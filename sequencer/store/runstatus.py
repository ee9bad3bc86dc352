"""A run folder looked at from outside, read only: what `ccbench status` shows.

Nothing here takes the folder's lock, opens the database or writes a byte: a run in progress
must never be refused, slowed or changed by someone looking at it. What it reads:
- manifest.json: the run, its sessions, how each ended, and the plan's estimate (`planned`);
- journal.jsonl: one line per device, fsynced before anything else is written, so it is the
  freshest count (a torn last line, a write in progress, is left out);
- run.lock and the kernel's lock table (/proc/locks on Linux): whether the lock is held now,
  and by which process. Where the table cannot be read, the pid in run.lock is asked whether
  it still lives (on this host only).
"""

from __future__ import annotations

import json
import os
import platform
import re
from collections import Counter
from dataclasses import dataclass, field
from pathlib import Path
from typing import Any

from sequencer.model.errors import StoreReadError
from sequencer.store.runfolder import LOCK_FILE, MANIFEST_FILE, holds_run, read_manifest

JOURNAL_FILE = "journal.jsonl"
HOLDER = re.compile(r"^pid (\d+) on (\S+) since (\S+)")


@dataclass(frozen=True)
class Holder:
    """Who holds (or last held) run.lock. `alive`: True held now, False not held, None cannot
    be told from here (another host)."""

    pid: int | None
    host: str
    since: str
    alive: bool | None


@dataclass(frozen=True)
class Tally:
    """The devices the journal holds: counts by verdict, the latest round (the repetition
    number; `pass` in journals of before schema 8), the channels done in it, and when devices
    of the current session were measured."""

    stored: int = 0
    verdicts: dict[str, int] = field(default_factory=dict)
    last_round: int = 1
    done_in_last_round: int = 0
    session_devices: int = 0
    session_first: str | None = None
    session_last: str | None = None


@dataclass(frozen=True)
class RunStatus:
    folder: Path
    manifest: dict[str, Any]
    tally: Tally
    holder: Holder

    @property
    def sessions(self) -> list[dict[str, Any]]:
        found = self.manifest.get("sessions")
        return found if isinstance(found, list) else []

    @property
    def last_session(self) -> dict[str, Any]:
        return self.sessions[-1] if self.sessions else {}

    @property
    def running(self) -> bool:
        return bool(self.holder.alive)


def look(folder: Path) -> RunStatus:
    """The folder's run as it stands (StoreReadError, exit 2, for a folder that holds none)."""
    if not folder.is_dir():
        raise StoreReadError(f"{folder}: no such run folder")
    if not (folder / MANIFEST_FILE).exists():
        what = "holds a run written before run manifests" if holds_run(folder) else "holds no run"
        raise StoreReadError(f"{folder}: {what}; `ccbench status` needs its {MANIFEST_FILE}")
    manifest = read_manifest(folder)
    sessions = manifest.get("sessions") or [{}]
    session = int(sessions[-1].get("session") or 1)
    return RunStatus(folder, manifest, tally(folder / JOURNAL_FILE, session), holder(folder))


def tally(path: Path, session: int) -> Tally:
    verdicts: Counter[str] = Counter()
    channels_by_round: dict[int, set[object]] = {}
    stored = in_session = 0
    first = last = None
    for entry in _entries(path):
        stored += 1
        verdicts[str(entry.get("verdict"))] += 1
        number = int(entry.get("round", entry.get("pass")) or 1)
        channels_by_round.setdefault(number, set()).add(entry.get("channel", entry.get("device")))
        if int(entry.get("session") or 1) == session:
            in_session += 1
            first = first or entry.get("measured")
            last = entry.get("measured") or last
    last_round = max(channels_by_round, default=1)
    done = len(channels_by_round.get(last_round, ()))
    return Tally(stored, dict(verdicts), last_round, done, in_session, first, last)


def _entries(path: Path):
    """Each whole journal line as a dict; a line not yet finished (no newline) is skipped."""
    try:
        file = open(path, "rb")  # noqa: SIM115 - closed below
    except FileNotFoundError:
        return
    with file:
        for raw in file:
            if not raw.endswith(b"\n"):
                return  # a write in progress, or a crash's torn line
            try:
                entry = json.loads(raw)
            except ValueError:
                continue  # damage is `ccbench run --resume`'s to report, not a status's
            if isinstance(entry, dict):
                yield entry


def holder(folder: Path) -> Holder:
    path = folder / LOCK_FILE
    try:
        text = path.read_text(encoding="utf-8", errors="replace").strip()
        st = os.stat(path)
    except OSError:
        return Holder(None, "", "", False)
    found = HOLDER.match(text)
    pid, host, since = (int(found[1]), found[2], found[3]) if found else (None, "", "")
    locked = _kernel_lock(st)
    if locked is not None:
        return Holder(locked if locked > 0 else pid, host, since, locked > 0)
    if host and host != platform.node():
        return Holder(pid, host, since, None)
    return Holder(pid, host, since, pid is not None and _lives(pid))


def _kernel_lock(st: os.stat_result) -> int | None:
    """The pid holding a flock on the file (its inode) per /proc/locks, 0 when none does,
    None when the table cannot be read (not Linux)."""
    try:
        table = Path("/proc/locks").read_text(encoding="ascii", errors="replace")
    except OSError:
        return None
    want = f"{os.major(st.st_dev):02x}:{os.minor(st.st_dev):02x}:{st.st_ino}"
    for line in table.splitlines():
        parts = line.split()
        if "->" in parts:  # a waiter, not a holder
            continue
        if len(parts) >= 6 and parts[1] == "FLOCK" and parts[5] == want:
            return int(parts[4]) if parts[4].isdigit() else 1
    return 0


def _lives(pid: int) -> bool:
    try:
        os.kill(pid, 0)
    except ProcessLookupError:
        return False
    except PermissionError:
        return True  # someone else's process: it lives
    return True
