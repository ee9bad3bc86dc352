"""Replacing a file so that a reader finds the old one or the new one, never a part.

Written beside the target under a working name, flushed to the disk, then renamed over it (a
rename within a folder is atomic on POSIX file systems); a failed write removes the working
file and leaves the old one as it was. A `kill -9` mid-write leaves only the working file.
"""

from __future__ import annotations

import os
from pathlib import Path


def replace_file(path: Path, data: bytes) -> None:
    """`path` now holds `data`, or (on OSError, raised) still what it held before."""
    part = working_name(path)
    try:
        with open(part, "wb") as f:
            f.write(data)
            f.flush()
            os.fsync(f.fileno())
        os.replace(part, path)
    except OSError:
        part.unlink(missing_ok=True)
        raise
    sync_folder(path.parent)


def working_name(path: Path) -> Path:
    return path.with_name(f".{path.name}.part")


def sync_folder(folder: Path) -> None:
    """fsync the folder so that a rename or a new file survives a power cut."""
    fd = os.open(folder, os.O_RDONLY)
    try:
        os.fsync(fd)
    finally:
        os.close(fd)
#####
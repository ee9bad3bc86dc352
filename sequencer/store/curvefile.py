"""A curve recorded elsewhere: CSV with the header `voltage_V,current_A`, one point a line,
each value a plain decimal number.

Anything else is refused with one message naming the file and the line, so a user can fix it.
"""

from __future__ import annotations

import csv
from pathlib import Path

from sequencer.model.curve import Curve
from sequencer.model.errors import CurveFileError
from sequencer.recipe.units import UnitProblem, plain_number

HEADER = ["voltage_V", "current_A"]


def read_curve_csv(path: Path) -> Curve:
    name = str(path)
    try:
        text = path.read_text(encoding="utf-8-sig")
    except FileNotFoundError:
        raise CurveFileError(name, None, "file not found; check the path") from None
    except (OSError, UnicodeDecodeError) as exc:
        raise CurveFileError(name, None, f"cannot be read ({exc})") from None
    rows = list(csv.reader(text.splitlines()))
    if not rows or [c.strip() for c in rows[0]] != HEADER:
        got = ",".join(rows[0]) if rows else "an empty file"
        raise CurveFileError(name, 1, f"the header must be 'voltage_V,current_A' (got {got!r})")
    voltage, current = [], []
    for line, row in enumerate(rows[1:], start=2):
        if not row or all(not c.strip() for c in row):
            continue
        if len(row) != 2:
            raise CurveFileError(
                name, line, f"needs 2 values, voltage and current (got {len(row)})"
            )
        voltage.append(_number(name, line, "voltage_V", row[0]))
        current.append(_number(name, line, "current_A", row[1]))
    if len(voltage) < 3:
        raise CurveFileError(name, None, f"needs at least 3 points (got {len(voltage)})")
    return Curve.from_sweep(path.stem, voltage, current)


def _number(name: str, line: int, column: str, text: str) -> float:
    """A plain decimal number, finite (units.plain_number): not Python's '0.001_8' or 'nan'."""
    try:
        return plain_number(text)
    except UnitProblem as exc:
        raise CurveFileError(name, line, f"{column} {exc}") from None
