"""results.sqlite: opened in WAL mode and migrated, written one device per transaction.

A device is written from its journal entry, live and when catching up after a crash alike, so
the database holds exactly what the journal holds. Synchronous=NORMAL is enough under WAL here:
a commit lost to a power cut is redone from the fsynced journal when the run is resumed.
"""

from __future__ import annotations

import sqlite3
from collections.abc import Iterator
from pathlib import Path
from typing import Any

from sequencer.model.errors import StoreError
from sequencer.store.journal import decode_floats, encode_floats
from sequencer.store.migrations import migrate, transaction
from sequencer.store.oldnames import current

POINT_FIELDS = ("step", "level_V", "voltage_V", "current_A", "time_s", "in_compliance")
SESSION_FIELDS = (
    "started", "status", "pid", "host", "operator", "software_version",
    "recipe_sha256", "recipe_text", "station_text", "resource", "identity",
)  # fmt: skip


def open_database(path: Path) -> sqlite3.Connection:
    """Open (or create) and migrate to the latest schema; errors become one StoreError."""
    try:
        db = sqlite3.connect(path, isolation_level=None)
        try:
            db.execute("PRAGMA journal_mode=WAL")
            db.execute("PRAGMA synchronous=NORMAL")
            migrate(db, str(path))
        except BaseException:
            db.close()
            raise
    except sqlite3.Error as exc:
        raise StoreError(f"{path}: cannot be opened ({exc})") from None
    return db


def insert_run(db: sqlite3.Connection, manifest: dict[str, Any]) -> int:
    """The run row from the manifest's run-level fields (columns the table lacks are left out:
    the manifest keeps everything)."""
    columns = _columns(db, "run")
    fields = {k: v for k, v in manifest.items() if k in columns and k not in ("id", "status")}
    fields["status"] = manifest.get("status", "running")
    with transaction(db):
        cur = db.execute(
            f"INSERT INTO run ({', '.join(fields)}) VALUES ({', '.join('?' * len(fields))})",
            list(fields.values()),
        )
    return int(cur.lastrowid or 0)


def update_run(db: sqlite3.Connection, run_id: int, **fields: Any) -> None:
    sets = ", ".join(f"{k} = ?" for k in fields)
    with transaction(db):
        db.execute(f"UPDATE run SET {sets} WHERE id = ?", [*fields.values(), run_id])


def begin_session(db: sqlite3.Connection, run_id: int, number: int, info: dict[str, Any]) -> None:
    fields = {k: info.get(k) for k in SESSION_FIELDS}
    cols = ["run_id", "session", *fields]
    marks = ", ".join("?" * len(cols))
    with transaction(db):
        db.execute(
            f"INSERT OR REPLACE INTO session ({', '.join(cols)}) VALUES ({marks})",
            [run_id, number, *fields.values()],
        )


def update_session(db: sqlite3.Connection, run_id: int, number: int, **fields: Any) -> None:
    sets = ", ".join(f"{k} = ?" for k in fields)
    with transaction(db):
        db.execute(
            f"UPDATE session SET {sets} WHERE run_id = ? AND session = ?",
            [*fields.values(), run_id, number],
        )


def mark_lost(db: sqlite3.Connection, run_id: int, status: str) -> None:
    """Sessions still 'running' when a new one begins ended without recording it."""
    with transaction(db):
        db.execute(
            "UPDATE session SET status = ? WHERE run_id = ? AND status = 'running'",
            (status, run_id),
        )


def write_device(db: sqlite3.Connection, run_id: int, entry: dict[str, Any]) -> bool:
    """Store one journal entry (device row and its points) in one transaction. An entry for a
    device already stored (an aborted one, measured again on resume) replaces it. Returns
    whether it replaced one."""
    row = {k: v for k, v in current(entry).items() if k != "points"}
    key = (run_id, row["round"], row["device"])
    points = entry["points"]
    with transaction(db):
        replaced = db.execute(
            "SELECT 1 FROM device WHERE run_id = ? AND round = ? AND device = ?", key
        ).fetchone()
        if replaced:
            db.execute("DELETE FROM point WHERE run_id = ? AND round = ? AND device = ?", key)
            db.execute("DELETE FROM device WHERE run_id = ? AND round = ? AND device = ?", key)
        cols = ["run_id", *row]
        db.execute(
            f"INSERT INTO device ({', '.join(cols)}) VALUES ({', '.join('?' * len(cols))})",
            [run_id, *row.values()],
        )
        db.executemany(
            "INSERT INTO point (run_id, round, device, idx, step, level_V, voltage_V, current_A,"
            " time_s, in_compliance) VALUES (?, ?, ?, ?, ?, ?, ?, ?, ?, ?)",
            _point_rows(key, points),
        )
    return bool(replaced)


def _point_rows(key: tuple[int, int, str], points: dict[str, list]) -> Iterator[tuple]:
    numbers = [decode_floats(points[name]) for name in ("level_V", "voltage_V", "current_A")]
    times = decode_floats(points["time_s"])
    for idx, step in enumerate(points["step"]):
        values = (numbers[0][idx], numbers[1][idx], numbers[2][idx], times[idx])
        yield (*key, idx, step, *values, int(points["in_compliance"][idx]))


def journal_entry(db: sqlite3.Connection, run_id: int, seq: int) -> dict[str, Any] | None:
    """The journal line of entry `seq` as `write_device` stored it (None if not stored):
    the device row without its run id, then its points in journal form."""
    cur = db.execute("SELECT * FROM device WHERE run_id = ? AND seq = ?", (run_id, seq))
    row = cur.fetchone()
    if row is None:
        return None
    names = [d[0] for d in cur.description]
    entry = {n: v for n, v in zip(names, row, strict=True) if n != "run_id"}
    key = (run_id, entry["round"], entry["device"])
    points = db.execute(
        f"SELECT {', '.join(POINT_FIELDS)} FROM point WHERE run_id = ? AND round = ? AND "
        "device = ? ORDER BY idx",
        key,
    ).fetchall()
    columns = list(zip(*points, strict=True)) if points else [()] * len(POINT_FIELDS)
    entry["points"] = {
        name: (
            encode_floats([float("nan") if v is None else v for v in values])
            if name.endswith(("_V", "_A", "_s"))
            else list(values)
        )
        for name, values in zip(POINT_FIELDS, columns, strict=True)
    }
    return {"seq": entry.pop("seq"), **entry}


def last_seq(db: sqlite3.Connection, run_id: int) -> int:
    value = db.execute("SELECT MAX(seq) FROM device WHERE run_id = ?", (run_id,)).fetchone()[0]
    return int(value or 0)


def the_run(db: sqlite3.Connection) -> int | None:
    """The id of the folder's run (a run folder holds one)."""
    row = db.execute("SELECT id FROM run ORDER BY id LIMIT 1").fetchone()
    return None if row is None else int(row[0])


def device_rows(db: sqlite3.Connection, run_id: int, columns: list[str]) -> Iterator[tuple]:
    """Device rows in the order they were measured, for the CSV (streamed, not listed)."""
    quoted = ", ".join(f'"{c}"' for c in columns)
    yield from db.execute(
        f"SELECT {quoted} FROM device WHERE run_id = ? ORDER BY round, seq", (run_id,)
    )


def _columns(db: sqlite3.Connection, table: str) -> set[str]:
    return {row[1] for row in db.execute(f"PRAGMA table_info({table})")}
#####
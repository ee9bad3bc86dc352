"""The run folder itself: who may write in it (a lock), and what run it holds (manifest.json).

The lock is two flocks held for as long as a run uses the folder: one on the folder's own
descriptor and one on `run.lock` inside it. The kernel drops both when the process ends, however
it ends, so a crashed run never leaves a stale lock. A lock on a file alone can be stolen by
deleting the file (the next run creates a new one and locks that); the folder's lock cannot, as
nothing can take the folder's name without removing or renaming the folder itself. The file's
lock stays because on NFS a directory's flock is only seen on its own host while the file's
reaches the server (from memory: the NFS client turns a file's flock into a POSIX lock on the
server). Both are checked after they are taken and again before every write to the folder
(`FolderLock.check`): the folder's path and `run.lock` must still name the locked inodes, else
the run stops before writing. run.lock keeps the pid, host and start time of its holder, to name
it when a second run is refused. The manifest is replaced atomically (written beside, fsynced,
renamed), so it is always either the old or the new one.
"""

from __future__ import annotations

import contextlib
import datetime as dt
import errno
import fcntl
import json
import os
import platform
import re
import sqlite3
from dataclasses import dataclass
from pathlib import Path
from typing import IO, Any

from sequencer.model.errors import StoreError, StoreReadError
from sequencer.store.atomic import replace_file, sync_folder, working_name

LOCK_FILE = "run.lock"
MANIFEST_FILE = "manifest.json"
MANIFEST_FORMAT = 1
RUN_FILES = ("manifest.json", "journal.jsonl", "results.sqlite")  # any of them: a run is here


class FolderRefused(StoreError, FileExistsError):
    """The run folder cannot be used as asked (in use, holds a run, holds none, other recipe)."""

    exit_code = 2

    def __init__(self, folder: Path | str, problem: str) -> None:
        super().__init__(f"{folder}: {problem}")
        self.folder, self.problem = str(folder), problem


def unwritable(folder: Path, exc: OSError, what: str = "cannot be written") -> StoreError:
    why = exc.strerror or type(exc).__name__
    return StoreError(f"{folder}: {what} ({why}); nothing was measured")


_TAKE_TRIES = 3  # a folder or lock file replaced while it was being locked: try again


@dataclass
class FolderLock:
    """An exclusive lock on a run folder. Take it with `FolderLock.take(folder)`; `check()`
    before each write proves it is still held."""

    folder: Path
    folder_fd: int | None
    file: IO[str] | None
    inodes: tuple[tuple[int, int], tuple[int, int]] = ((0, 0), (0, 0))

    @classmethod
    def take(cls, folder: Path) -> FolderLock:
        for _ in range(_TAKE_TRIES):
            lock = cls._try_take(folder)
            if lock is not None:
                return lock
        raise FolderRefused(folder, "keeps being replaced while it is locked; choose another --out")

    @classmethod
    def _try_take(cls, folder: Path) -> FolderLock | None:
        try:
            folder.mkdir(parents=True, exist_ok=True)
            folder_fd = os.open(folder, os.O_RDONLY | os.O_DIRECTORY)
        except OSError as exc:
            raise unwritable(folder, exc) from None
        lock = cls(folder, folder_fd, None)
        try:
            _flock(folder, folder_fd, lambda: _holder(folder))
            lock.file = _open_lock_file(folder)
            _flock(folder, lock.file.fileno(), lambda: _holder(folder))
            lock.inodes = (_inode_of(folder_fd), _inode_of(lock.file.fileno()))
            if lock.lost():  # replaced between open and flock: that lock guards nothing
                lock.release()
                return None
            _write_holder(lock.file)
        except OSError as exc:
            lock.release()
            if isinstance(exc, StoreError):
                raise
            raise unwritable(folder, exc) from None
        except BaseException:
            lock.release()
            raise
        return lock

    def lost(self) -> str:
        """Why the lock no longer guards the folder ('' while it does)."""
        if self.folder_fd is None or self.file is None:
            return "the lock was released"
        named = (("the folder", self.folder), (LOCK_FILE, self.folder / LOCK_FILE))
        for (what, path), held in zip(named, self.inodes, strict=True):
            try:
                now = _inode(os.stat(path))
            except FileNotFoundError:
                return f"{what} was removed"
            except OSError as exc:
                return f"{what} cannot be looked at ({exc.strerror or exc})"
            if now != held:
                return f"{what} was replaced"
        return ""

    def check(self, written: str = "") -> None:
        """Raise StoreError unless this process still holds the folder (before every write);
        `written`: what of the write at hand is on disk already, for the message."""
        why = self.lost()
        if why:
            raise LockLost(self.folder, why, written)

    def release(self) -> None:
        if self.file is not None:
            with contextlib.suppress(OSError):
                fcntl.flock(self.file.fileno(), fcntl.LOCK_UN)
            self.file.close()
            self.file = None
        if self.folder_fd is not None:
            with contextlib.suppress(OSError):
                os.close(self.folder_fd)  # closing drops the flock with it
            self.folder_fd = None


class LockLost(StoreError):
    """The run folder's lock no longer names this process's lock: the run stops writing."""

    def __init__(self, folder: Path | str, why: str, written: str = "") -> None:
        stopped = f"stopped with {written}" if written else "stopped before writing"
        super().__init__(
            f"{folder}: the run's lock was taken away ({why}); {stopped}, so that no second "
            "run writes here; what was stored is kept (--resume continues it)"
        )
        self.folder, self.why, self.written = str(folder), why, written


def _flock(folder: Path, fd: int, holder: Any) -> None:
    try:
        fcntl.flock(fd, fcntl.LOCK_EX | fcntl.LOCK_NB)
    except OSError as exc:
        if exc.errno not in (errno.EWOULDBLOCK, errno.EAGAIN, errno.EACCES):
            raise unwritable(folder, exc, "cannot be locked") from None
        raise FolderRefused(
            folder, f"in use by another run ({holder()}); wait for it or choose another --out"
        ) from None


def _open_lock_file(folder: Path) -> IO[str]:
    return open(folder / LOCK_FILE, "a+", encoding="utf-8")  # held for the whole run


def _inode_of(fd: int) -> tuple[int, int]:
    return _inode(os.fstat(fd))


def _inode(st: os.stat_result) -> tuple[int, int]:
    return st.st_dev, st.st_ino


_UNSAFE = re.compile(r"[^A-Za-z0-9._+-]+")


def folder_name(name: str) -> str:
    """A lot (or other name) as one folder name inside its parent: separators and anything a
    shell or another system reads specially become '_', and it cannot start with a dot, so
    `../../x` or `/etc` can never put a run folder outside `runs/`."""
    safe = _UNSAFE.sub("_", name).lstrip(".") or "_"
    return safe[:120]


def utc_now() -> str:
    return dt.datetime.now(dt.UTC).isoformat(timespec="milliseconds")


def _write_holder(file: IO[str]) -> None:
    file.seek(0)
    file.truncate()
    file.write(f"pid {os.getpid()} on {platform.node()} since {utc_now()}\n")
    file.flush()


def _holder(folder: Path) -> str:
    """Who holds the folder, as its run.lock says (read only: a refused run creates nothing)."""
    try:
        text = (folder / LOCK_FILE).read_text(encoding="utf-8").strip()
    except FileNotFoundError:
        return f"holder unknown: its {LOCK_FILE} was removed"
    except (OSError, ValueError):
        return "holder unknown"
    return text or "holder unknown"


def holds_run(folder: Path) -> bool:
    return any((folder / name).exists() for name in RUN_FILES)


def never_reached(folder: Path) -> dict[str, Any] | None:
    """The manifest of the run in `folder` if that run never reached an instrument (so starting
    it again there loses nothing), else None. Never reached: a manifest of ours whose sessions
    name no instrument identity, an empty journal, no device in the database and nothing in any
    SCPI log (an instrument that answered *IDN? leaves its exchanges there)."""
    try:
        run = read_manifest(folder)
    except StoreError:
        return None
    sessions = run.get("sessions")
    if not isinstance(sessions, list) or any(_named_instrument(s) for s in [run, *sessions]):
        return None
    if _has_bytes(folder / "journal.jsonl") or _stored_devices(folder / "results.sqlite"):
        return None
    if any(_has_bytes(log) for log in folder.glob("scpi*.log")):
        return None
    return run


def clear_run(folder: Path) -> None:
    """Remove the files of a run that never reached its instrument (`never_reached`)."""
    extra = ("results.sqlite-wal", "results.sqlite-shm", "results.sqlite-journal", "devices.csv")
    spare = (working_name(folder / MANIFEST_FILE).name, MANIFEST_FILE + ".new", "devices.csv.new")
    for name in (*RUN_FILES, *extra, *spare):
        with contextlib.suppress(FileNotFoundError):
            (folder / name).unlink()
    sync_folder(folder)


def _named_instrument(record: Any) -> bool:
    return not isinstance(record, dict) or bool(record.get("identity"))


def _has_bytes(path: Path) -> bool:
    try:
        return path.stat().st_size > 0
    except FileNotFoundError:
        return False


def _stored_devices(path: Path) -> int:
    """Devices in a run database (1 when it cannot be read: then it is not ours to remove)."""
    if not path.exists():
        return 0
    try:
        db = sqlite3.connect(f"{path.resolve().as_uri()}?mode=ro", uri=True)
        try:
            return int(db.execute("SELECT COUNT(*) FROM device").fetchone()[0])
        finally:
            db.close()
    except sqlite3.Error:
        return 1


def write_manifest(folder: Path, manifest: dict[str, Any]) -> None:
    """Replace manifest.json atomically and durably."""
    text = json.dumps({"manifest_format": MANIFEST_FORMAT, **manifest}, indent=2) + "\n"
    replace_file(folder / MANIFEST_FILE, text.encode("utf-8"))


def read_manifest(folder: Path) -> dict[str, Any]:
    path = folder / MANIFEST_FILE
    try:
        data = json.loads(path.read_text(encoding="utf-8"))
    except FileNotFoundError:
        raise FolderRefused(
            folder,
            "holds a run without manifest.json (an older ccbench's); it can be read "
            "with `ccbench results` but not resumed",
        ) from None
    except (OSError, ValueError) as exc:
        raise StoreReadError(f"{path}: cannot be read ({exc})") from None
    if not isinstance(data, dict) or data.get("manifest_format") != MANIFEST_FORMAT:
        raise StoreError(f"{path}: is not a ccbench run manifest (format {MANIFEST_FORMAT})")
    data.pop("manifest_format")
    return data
#####
> **TASK DETAILS**
Copy the records above exactly, beginning at the line that contains "process: it lives" and stopping after the line that contains "os.close(fd)".

> **TASK ANSWER**
        return True  # someone else's process: it lives
    return True
repository ee9bad3bc86dc352
"""Replacing a file so that a reader finds the old one or the new one, never a part.

Written beside the target under a working name, flushed to the disk, then renamed over it (a
rename within a folder is atomic on POSIX file systems); a failed write removes the working
file and leaves the old one as it was. A `kill -9` mid-write leaves only the working file.
"""

from __future__ import annotations

import os
from pathlib import Path


def replace_file(path: Path, data: bytes) -> None:
    """`path` now holds `data`, or (on OSError, raised) still what it held before."""
    part = working_name(path)
    try:
        with open(part, "wb") as f:
            f.write(data)
            f.flush()
            os.fsync(f.fileno())
        os.replace(part, path)
    except OSError:
        part.unlink(missing_ok=True)
        raise
    sync_folder(path.parent)


def working_name(path: Path) -> Path:
    return path.with_name(f".{path.name}.part")


def sync_folder(folder: Path) -> None:
    """fsync the folder so that a rename or a new file survives a power cut."""
    fd = os.open(folder, os.O_RDONLY)
    try:
        os.fsync(fd)
    finally:
        os.close(fd)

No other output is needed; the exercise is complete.